Yes how dare you condem another and once again ON HIS PROPERTY. And yes how dare you suggest the DWR exhausted themselves. You don't understand this problem could have been prevented if they had exhausted themselves. They had 72 hours. Sometime within the 72 hours why didn't they show up. TOO LITTLE TOO LATE.


----------



## klbzdad

aimtokill said:


> klbzdad said:
> 
> 
> 
> Hmmmmm......guess who I get to sit across from tomorrow morning? Wonder why this story is so nice and fluffy. Let me be the first to say, I am so sorry Mr. Allen. I was wrong to condemn you and suggest that you did a **** thing wrong on your property. How dare I suggest that DWR exhausted themselves when you, sir were the one doing all the work. I stand humbled and corrected!
> 
> 
> 
> Yes how dare you condem another and once again ON HIS PROPERTY. And yes how dare you suggest the DWR exhausted themselves. You don't understand this problem could have been prevented if they had exhausted themselves. They had 72 hours. Sometime within the 72 hours why didn't they show up. TOO LITTLE TOO LATE.
Click to expand...

I was being facetious. I'm also not going to respond to you anymore because it doesn't do any good to argue with someone who's motives are clearly to antagonize. Hope the weather treats you well in Wyoming. Have a great day!


----------



## wyoming2utah

proutdoors said:


> Again, I am NOT taking sides.....BUT, I have to agree with aimtokill on a few points. 1)Posting the man's name and town is a 100% assurance of his family being affected!

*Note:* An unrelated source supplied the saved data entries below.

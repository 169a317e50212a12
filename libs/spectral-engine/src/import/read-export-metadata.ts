/**
 * What an instrument export says about itself: the sample it names (in its file name and in the
 * metadata lines before the data), the measurement temperature with its unit, the instrument and
 * the date and time. Only what a line states is read — a temperature without a unit, a date in an
 * order that could be read two ways or a code that does not fit the lab's pattern is never
 * completed by a guess; the first two are listed in `notes` instead.
 */

/** Where a value was read: 1-based line number of the export. */
export interface StatedText {
  /** The value as the line writes it (trimmed). */
  text: string;
  line: number;
}

export interface StatedSample extends StatedText {
  /** Codes of the lab's pattern inside the value, upper case (empty when it names none). */
  codes: string[];
}

export type TemperatureUnit = 'degC' | 'K' | 'degF';

export interface StatedTemperature extends StatedText {
  /** The number as written, in `unit`. */
  value: number;
  unit: TemperatureUnit;
  /** The same temperature in °C. */
  celsius: number;
}

export interface StatedDateTime extends StatedText {
  /**
   * ISO 8601 local date-time (`YYYY-MM-DDTHH:MM:SS`, or `YYYY-MM-DD` alone) with the offset only
   * when the file states one; null when the text is not in an unambiguous year-first form.
   */
  iso: string | null;
}

export interface ExportMetadata {
  /** Sample codes of the lab's pattern in the file name, upper case, in order of appearance. */
  fileNameCodes: string[];
  /** The first metadata line naming a sample. */
  sample: StatedSample | null;
  temperature: StatedTemperature | null;
  instrument: StatedText | null;
  measuredAt: StatedDateTime | null;
  /** Lines that looked like a statement but could not be read without guessing. */
  notes: { line: number; message: string }[];
}

export interface ReadExportMetadataOptions {
  /**
   * The lab's sample-code format, e.g. `/OP-[0-9A-HJKMNP-TV-Z]{4}-[0-9A-HJKMNP-TV-Z]{2}/`. Anchors
   * are ignored; a match must not touch another letter or digit, and case is ignored. Without a
   * pattern no code is read (the sample value is still returned as written).
   */
  codePattern?: RegExp;
  /** Lines looked at before giving up on finding the data block (default 2000). */
  maxLines?: number;
}

/** K → °C: t/°C = T/K − 273.15 (SI Brochure, 9th edition, 2.3.1: definition of the degree Celsius). */
const KELVIN_OFFSET = 273.15;
/** °F → °C: t/°C = (t/°F − 32) × 5/9 (NIST SP 811, 2008, B.9: exact by definition). */
const fahrenheitToCelsius = (f: number) => ((f - 32) * 5) / 9;
/** Conversions in binary floating point leave noise such as 19.999999999999996; 1e-9 °C is far below any thermometer. */
const roundCelsius = (c: number) => Math.round(c * 1e9) / 1e9;

const SAMPLE_KEYS = new Set([
  'sample', 'sample id', 'sample code', 'sample name', 'sample no', 'sample number', 'sample ref',
  'sample reference', 'sample label', 'specimen', 'specimen id', 'specimen name',
]);
const TEMPERATURE_KEYS = new Set([
  'temperature', 'temp', 'sample temperature', 'sample temp', 'measurement temperature', 'measuring temperature',
  'cell temperature', 'solution temperature', 'liquid temperature',
]);
const INSTRUMENT_KEYS = new Set([
  'instrument', 'instrument name', 'instrument model', 'instrument id', 'device', 'device name', 'analyser',
  'analyzer', 'impedance analyser', 'impedance analyzer', 'potentiostat',
]);
const DATE_KEYS = new Set(['date', 'measurement date', 'measured on', 'acquisition date', 'test date', 'run date', 'date measured']);
const TIME_KEYS = new Set(['time', 'measurement time', 'start time', 'acquisition time', 'time of day']);
const DATETIME_KEYS = new Set([
  'date time', 'datetime', 'date and time', 'timestamp', 'measured at', 'measured', 'acquired', 'acquired at',
  'recorded', 'recorded at', 'started', 'started at', 'start', 'measurement started',
]);

const UNIT_WORDS: Record<string, TemperatureUnit> = {
  c: 'degC', degc: 'degC', 'deg c': 'degC', '°c': 'degC', 'º c': 'degC', 'ºc': 'degC', '° c': 'degC', '℃': 'degC', celsius: 'degC',
  k: 'K', kelvin: 'K',
  f: 'degF', degf: 'degF', 'deg f': 'degF', '°f': 'degF', '° f': 'degF', 'ºf': 'degF', 'º f': 'degF', '℉': 'degF', fahrenheit: 'degF',
};
const unitOf = (word: string): TemperatureUnit | undefined => UNIT_WORDS[word.trim().toLowerCase().replace(/\s+/g, ' ')];

const COMMENT_MARK = /^\s*(?:#+|;+|%+|!+|\/\/+|\*+|rem\s)\s*/i;
const NUMBER = /^[+\-\u2212]?(?:\d+(?:[.,]\d*)?|[.,]\d+)(?:[eE][+-]?\d+)?$/;

function toNumber(text: string): number | null {
  const t = text.trim().replace(/^\u2212/, '-');
  if (!NUMBER.test(t)) return null;
  const value = Number(t.includes('.') ? t : t.replace(',', '.'));
  return Number.isFinite(value) ? value : null;
}

/** A numeric data row: at least two cells, every one a number (decimal point or comma). */
function isDataRow(line: string): boolean {
  const t = line.trim();
  if (!t || COMMENT_MARK.test(t)) return false;
  return [/\t/, /;/, /,/, /\s+/].some((sep) => {
    const cells = t.split(sep).map((c) => c.trim().replace(/^"(.*)"$/, '$1'));
    return cells.length >= 2 && cells.every((c) => toNumber(c) !== null);
  });
}

/** "SampleID" → "sample id", "temp_c" → "temp c", "Temperature (°C)" → key "temperature" and unit °C. */
function normaliseKey(raw: string): { key: string; unit: TemperatureUnit | undefined } {
  let unit: TemperatureUnit | undefined;
  const bare = raw
    .replace(/[([]\s*([^)\]]*)\s*[)\]]/g, (_m, inside: string) => {
      unit ??= unitOf(inside);
      return ' ';
    })
    .replace(/([a-z])([A-Z])/g, '$1 $2')
    .replace(/([A-Z]+)([A-Z][a-z])/g, '$1 $2')
    .toLowerCase()
    .replace(/[_\-./]+/g, ' ')
    .replace(/\s+/g, ' ')
    .trim();
  const words = bare.split(' ');
  if (words.length > 1) {
    const suffix = unitOf(words[words.length - 1]);
    if (suffix) return { key: words.slice(0, -1).join(' '), unit: unit ?? suffix };
  }
  return { key: bare, unit };
}

const PAIR = /^[A-Za-z][^:=]*[:=]/;

/**
 * "Sample: A Replicate: 1" written with single spaces: a new statement starts at a word followed by
 * a colon, after the first statement's colon. The new key is that one word (a longer key cannot
 * be told from the end of the value before it); times such as 14:05 start with a digit and stay.
 */
function splitSingleSpaced(segment: string): string[] {
  const parts: string[] = [];
  let rest = segment;
  for (;;) {
    const first = rest.search(/[:=]/);
    if (first < 0) break;
    const next = /\s([A-Za-z][^\s:=]*)\s*[:=]\s/.exec(rest.slice(first + 1));
    if (!next) break;
    const at = first + 1 + next.index;
    parts.push(rest.slice(0, at));
    rest = rest.slice(at + 1);
  }
  return [...parts, rest];
}

/** The (key, value) statements of one metadata line; several may share a line ("Sample: A  Temperature: 20 C"). */
function statements(line: string): { rawKey: string; value: string }[] {
  const body = line.replace(COMMENT_MARK, '').trim();
  if (!body) return [];
  const segments = body
    .split(/\t|\s{2,}|\s*[;|]\s*/)
    .map((s) => s.trim())
    .filter(Boolean);
  const paired = segments.filter((s) => PAIR.test(s)).flatMap(splitSingleSpaced);
  if (paired.length) {
    return paired.map((s) => {
      const at = s.search(/[:=]/);
      return { rawKey: s.slice(0, at), value: s.slice(at + 1).trim().replace(/[,;]$/, '').trim().replace(/^"(.*)"$/, '$1') };
    });
  }
  // "Temperature,25.0,°C", "Time<tab>14:05:09" or "Sample ID;OP-…": a key cell followed by its value cells.
  const cells = (segments.length > 1 ? segments : body.split(',')).map((c) => c.trim().replace(/^"(.*)"$/, '$1'));
  return cells.length >= 2 && cells.length <= 3 ? [{ rawKey: cells[0], value: cells.slice(1).join(' ').trim() }] : [];
}

const TEMPERATURE_VALUE = /^([+\-\u2212]?(?:\d+(?:[.,]\d+)?|[.,]\d+))\s*(.*)$/;

function readTemperature(value: string, keyUnit: TemperatureUnit | undefined, line: number, notes: ExportMetadata['notes']): StatedTemperature | null {
  const m = TEMPERATURE_VALUE.exec(value.trim());
  const number = m ? toNumber(m[1]) : null;
  if (!m || number === null) {
    notes.push({ line, message: `the temperature "${value}" is not a number` });
    return null;
  }
  const written = m[2].trim();
  const valueUnit = written ? unitOf(written) : undefined;
  if (written && !valueUnit) {
    notes.push({ line, message: `the temperature unit "${written}" is not one of °C, K or °F` });
    return null;
  }
  if (valueUnit && keyUnit && valueUnit !== keyUnit) {
    notes.push({ line, message: 'the temperature line states two different units' });
    return null;
  }
  const unit = valueUnit ?? keyUnit;
  if (!unit) {
    notes.push({ line, message: `the temperature ${m[1]} is given without a unit, so it is not used` });
    return null;
  }
  const celsius = unit === 'degC' ? number : unit === 'K' ? number - KELVIN_OFFSET : fahrenheitToCelsius(number);
  return { text: value.trim(), line, value: number, unit, celsius: roundCelsius(celsius) };
}

const ISO_DATE = /^(\d{4})[-/](\d{2})[-/](\d{2})$/;
const ISO_TIME = /^(\d{2}):(\d{2})(?::(\d{2})(?:\.\d+)?)?\s*(Z|[+-]\d{2}:?\d{2})?$/i;
const ISO_DATE_TIME = /^(\d{4})[-/](\d{2})[-/](\d{2})(?:[T ]|\s+)(\d{2}):(\d{2})(?::(\d{2})(?:\.\d+)?)?\s*(Z|[+-]\d{2}:?\d{2})?$/i;

function validDate(y: string, mo: string, d: string): boolean {
  const date = new Date(Date.UTC(Number(y), Number(mo) - 1, Number(d)));
  return date.getUTCFullYear() === Number(y) && date.getUTCMonth() === Number(mo) - 1 && date.getUTCDate() === Number(d);
}

function validTime(h: string, mi: string, s: string | undefined): boolean {
  return Number(h) < 24 && Number(mi) < 60 && (s === undefined || Number(s) < 60);
}

const offsetOf = (z: string | undefined) => (!z ? '' : z.toUpperCase() === 'Z' ? 'Z' : z.includes(':') ? z : `${z.slice(0, 3)}:${z.slice(3)}`);

function isoDateTime(text: string): string | null {
  const t = text.trim();
  const dt = ISO_DATE_TIME.exec(t);
  if (dt) {
    const [, y, mo, d, h, mi, s, z] = dt;
    return validDate(y, mo, d) && validTime(h, mi, s) ? `${y}-${mo}-${d}T${h}:${mi}:${s ?? '00'}${offsetOf(z)}` : null;
  }
  const date = ISO_DATE.exec(t);
  return date && validDate(date[1], date[2], date[3]) ? `${date[1]}-${date[2]}-${date[3]}` : null;
}

function isoTime(text: string): string | null {
  const m = ISO_TIME.exec(text.trim());
  return m && validTime(m[1], m[2], m[3]) ? `${m[1]}:${m[2]}:${m[3] ?? '00'}${offsetOf(m[4])}` : null;
}

/** Matches of the lab's pattern that do not touch another letter or digit, upper case, without repeats. */
function codesIn(text: string, pattern: RegExp | undefined): string[] {
  if (!pattern) return [];
  const source = pattern.source.replace(/^\^/, '').replace(/\$$/, '');
  const found = text.match(new RegExp(`(?<![0-9A-Za-z])(?:${source})(?![0-9A-Za-z])`, 'gi')) ?? [];
  return [...new Set(found.map((c) => c.toUpperCase()))];
}

/** The lines before the data block, without the column header that introduces it. */
function metadataLines(text: string, maxLines: number): string[] {
  const lines: string[] = [];
  let start = 0;
  while (start <= text.length && lines.length < maxLines) {
    const end = text.indexOf('\n', start);
    const line = (end < 0 ? text.slice(start) : text.slice(start, end)).replace(/\r$/, '');
    if (isDataRow(line)) {
      // the last non-empty, uncommented line before the data names its columns
      for (let i = lines.length - 1; i >= 0; i--) {
        if (!lines[i].trim()) continue;
        if (!COMMENT_MARK.test(lines[i])) lines[i] = '';
        break;
      }
      return lines;
    }
    lines.push(line);
    if (end < 0) break;
    start = end + 1;
  }
  return lines;
}

/**
 * Reads what an export states about itself. `fileName` may carry a path (only its last part is
 * read); `text` is the export as uploaded. Pure: no I/O, and no value is completed by a guess.
 */
export function readExportMetadata(fileName: string, text: string, options: ReadExportMetadataOptions = {}): ExportMetadata {
  const baseName = fileName.split(/[/\\]/).pop() ?? fileName;
  const result: ExportMetadata = {
    fileNameCodes: codesIn(baseName, options.codePattern),
    sample: null,
    temperature: null,
    instrument: null,
    measuredAt: null,
    notes: [],
  };
  let date: StatedText | null = null;
  let time: StatedText | null = null;
  const lines = metadataLines(text.replace(/^\uFEFF/, ''), options.maxLines ?? 2000);
  lines.forEach((content, index) => {
    const line = index + 1;
    for (const { rawKey, value } of statements(content)) {
      if (!value) continue;
      const { key, unit } = normaliseKey(rawKey);
      if (SAMPLE_KEYS.has(key) && !result.sample) {
        result.sample = { text: value, line, codes: codesIn(value, options.codePattern) };
      } else if (TEMPERATURE_KEYS.has(key) && !result.temperature) {
        result.temperature = readTemperature(value, unit, line, result.notes);
      } else if (INSTRUMENT_KEYS.has(key) && !result.instrument) {
        result.instrument = { text: value, line };
      } else if (DATETIME_KEYS.has(key) && !result.measuredAt) {
        result.measuredAt = { text: value, line, iso: isoDateTime(value) };
      } else if (DATE_KEYS.has(key) && !date) {
        date = { text: value, line };
      } else if (TIME_KEYS.has(key) && !time) {
        time = { text: value, line };
      }
    }
  });
  if (!result.measuredAt && date) result.measuredAt = combineDateAndTime(date, time);
  return result;
}

function combineDateAndTime(date: StatedText, time: StatedText | null): StatedDateTime {
  const day = isoDateTime(date.text);
  if (!time) return { ...date, iso: day };
  const clock = isoTime(time.text);
  const iso = day && day.length === 10 && clock ? `${day}T${clock}` : day;
  return { text: `${date.text} ${time.text}`, line: date.line, iso };
}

So, then what? No names should ever be used on this site because it will affect their family? BS! This man's actions affected his family...his actions! If he didn't want to face consequences, he should have thought more about his actions. No one as far as I can see claimed that he broke the law, people are upset about his actions--killing elk and deer. That is a fact. I think this fear about using his name is stupid....


proutdoors said:


> 2)The farmer is no more subsidized than wy2ut is. How a public school teacher can complain about subsidies and 'living off others tax dollars' is beyond me! I


Again, BS! My pay is based on the work I do for the public and the school district...you are talking about a private landowner who is subsidized and does NOT work for the government--big difference....saying that government employees are subsidized for their work is ridiculous.


proutdoors said:


> 3)Making threats about killing livestock is BEYOND STUPID! If anyone were to make such threats toward my livestock, charges would be filed, take that to the bank! Then, when so much as one critter came up dead I would demand an arrest on the spot!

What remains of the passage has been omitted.